Opinion

3.8 percent unemployment just ain't what it used to be

It's only gotten this low twice in the last 50 years — but the economy was far, far healthier back then

This past Friday, the U.S. unemployment rate fell to an astounding 3.8 percent. For a little perspective, it's only gotten that low twice in the last 50 years: once in 2000, and also in the period from 1968 to 1970.

But if you suggested to most Americans that the economy is just as healthy today as it was in 2000 or 1968, they'd probably laugh in your face.

Wage growth in 1968 was significantly higher than it was in 2000. And in 2000, it was significantly higher than it is today, too. That relationship holds even after you factor out inflation. Recoveries from recessions have gotten longer and longer. Inequality is worse: The top 1 percent gobbled up around 10 percent of all national income in 1968, 15 percent in 2000, and 20 percent today. Costs of necessities have also risen, leaving the median household budget with less money today than in 1972.

What happened?

Well, first off, a big part of the problem is that 3.8 percent unemployment is so rare.

One of the big drivers of wage growth is labor scarcity. When businesses can't just hire jobless people, they have to hike wage offers to lure workers away from competitors. Periods of significant labor scarcity also reduce inequality, since wages tend to grow fastest for the poorest workers.

But in between the brief triumphal moments of low unemployment, America has gone through long periods of much higher unemployment. Those stretches destroyed Americans' incomes and livelihoods. And the brief bursts of full employment we have enjoyed in the last half century weren't nearly enough to repair the damage.

Next, when we say unemployment is such-and-such percent, what we mean is a percent of the labor force, not the entire U.S. population. So who's in the labor force? Government statistics say it's anyone who has a job or has looked for one in the last month.

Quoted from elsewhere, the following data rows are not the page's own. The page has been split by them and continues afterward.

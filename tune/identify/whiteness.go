package identify

import (
	"math"

	"gonum.org/v1/gonum/floats"
	"gonum.org/v1/gonum/stat/distuv"
)

// autocorrelation returns the autocorrelation of r at lags 0 to lags, the mean
// not removed (residuals of a fit with an offset have none).
func autocorrelation(r []float64, lags int) []float64 {
	out := make([]float64, lags+1)
	total := floats.Dot(r, r)
	if total == 0 {
		out[0] = 1
		return out
	}
	for k := range out {
		if k < len(r) {
			out[k] = floats.Dot(r[:len(r)-k], r[k:]) / total
		}
	}
	return out
}

// lagCount is how many lags the tests look at for n residuals.
func lagCount(n int) int { return min(25, n/8) }

// ljungBox returns the probability that white residuals show as much
// autocorrelation as r does, after fitted parameters. NaN for short records.
//
// Reference: G. M. Ljung, G. E. P. Box, Biometrika 65 (1978) 297.
func ljungBox(r []float64, fitted int) float64 {
	n, lags := len(r), lagCount(len(r))
	if lags <= fitted {
		return math.NaN()
	}
	rho := autocorrelation(r, lags)
	q := 0.0
	for k := 1; k <= lags; k++ {
		q += rho[k] * rho[k] / float64(n-k)
	}
	q *= float64(n) * float64(n+2)
	return distuv.ChiSquared{K: float64(lags - fitted)}.Survival(q)
}

// autoregression is the noise model e[i] = Σ coef[k]·e[i−1−k] + w[i].
type autoregression struct {
	coef     []float64
	variance float64 // of w
}

// fitAutoregression fits the order with the least AICc by the Levinson–Durbin
// recursion on the sample autocovariance of r.
func fitAutoregression(r []float64, orderMax int) autoregression {
	return levinson(lagSums(r, orderMax), len(r))
}

// lagSums returns Σ r[i]·r[i+k] for lags 0 to lags.
func lagSums(r []float64, lags int) []float64 {
	out := make([]float64, lags+1)
	for k := range out {
		if k < len(r) {
			out[k] = floats.Dot(r[:len(r)-k], r[k:])
		}
	}
	return out
}

// levinson fits autoregressions of rising order to lag sums over n samples and
// returns the one with the least AICc. It stops where the sums are no longer
// those of any series.
func levinson(sums []float64, n int) autoregression {
	best := autoregression{variance: sums[0] / float64(n)}
	if !(best.variance > 0) {
		return best
	}
	score := func(v float64, k int) float64 {
		return float64(n)*math.Log(v) + 2*float64(k+1)*float64(n)/math.Max(1, float64(n-k-2))
	}
	least := score(best.variance, 0)
	var a []float64
	v := best.variance
	for k := 1; k < len(sums); k++ {
		acc := sums[k]
		for j, c := range a {
			acc -= c * sums[k-1-j]
		}
		refl := acc / float64(n) / v
		next := make([]float64, k)
		for j := range a {
			next[j] = a[j] - refl*a[k-2-j]
		}
		next[k-1] = refl
		a = next
		v *= 1 - refl*refl
		if !(v > 0) {
			break
		}
		if s := score(v, k); s < least {
			least = s
			best = autoregression{coef: append([]float64(nil), a...), variance: v}
		}
	}
	return best
}

// colour runs col through 1/A in place.
func (ar autoregression) colour(col []float64) {
	for i := range col {
		v := col[i]
		for k, c := range ar.coef {
			if i-1-k < 0 {
				break
			}
			v += c * col[i-1-k]
		}
		col[i] = v
	}
}

// autocovariance returns the model's own, lags 0 to lags, from its impulse
// response.
func (ar autoregression) autocovariance(lags int) []float64 {
	const length = 4096
	imp := make([]float64, length)
	imp[0] = 1
	ar.colour(imp)
	out := lagSums(imp, lags)
	floats.Scale(ar.variance, out)
	return out
}

// fitColour fits an autoregression to the noise of which r is what a fit has left
// over: the fit, whose explanatory columns have the orthonormal basis q, takes
// some of the slow noise with it, and what it takes on average is put back into
// the autocovariance.
func fitColour(r []float64, q [][]float64, orderMax int) autoregression {
	n := len(r)
	seen := lagSums(r, orderMax)
	ar := levinson(seen, n)
	for round := 0; round < 4 && len(ar.coef) > 0; round++ {
		gamma := ar.autocovariance(orderMax)
		taken := ar.takenByFit(q, orderMax)
		sums := make([]float64, len(seen))
		for k := range sums {
			// No more than doubles the slow part in a round: the correction is a
			// first-order one.
			sums[k] = seen[k] + math.Min(taken[k], 0.5*float64(n)*gamma[0])
		}
		next := levinson(sums, n)
		if len(next.coef) == 0 || !stable(next) {
			break
		}
		ar = next
	}
	return ar
}

// takenByFit returns by how much the expected lag sums of e exceed those of
// e − Q·Qᵀ·e, for noise e of the model.
func (ar autoregression) takenByFit(q [][]float64, lags int) []float64 {
	out := make([]float64, lags+1)
	if len(q) == 0 {
		return out
	}
	n := len(q[0])
	g := make([][]float64, len(q)) // Γ·q
	for c := range q {
		g[c] = append([]float64(nil), q[c]...)
		ar.backColour(g[c])
		ar.colour(g[c])
		floats.Scale(ar.variance, g[c])
	}
	for c := range q {
		m := append([]float64(nil), g[c]...) // Γq − ½·Q·QᵀΓq, so that both halves share the last term
		for d := range q {
			floats.AddScaled(m, -0.5*floats.Dot(q[d], g[c]), q[d])
		}
		for k := range out {
			out[k] += floats.Dot(q[c][:n-k], m[k:]) + floats.Dot(m[:n-k], q[c][k:])
		}
	}
	return out
}

// stable reports whether the model's impulse response dies out.
func stable(ar autoregression) bool {
	imp := make([]float64, 2048)
	imp[0] = 1
	ar.colour(imp)
	return math.Abs(imp[len(imp)-1]) < 1e-3
}

// backColour runs col backwards in time through 1/A, in place: the inner products
// of two such columns times the variance are those of the columns with the
// noise's covariance matrix between them.
func (ar autoregression) backColour(col []float64) {
	for i := len(col) - 1; i >= 0; i-- {
		v := col[i]
		for k, c := range ar.coef {
			if i+1+k < len(col) {
				v += c * col[i+1+k]
			}
		}
		col[i] = v
	}
}

// quantile95 is the two-sided 95 % point of Student's t.
func quantile95(dof int) float64 {
	return distuv.StudentsT{Mu: 0, Sigma: 1, Nu: float64(max(dof, 1))}.Quantile(0.975)
}

// effectiveDOF is the degrees of freedom, divided by the widening of the
// variance where residuals are coloured.
func (e *estimate) effectiveDOF() int {
	return int(float64(e.dof) / (e.inflated * e.inflated))
}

Now, the labor force participation rate did indeed rise from 60 percent in 1968 to 67 percent in 2000, but it's a complicated picture; much of the rise was due to the massive cultural shift as many more women entered the workforce. What's more important for this comparison is the difference in labor force participation between 2000 and 2018 — both years that came after that cultural shift was largely complete. And by 2018, labor force participation had fallen from 67 percent to just under 63 percent.

That 4 percentage-point drop can't be explained just by the growing share of the population that's retired, either. The crisis of 2008 decimated the workforce, and led to a huge increase in long-term unemployment. Unlike 2000, we now have a huge population of "shadow unemployed" — jobless people who could be working and want to work, but who aren't picked by the official unemployment rate.

Besides tight labor markets, another thing that boosts wage growth and reduces inequality is unions. As the old worker anthem "Solidarity Forever" points out, there's nothing weaker than a lone individual worker. They have no leverage over their employers, who own the business and the capital, and enjoy all the social and economic power. But as an organized whole, workers can wield enormous power to demand a bigger cut of the wealth their companies create — and to threaten work stoppages and shutdowns if those demands aren't met.

Back in 1968, no less than 30 percent of American workers belonged to a union. By 2000, that had fallen to around 10 percent. It's even lower today.

Without unions, it's a lot harder to make sure a growing economy shares the wealth it creates in a broad and egalitarian manner.

Yet another thing that's changed is market concentration.

We all understand why it's bad when companies that sell goods and services become monopolies: They can jack up prices and gouge the rest of us without having to worry about competitive pressure. But the same principle applies in reverse if there's only one company in a market buying stuff — a situation referred to as "monopsony." Companies that have a monopsony can drive down the price of what they're buying without facing any counter-pressure. And that applies just as much when the thing they're buying is Americans' labor.

A recent study looked at how many employers there are in American labor markets from 2010 to 2013. The researchers found that, in most local labor markets, monopsony is pervasive. Only in major cities are there adequate numbers of employers competing for workers' labor.

It's a lot harder to extrapolate this data backwards. But there's circumstantial evidence the problem is much worse now than in 2000 or 1968.

For instance, in 1994, the revenue of the 500 largest companies in the country accounted for 58 percent of the economy. By 2013, it was 73 percent.

Antitrust enforcement has also changed drastically. Before the 1980s, regulators and judges applied much stricter standards to monopoly and monopsony. They would break up a company for gobbling up just 7 percent of its respective market. Today, policymakers tolerate companies ruling 40 percent of their markets or more without complaint.

There were other changes, too, like the increase in workers who are considered independent contractors. That's yet another change that gives employers more leverage to drive down pay and cut benefits.

Over the last 50 years, American workers were hit with a series of blows that just left them ever worse off. In fact, when you dig below the surface, even the late 1990s boom doesn't look so good: It wasn't driven by a basic shift in worker fortunes and power, but by an unsustainable stock bubble. The economy has been rotting almost continuously since the late 1960s.

As a result, 3.8 percent unemployment just ain't what it used to be.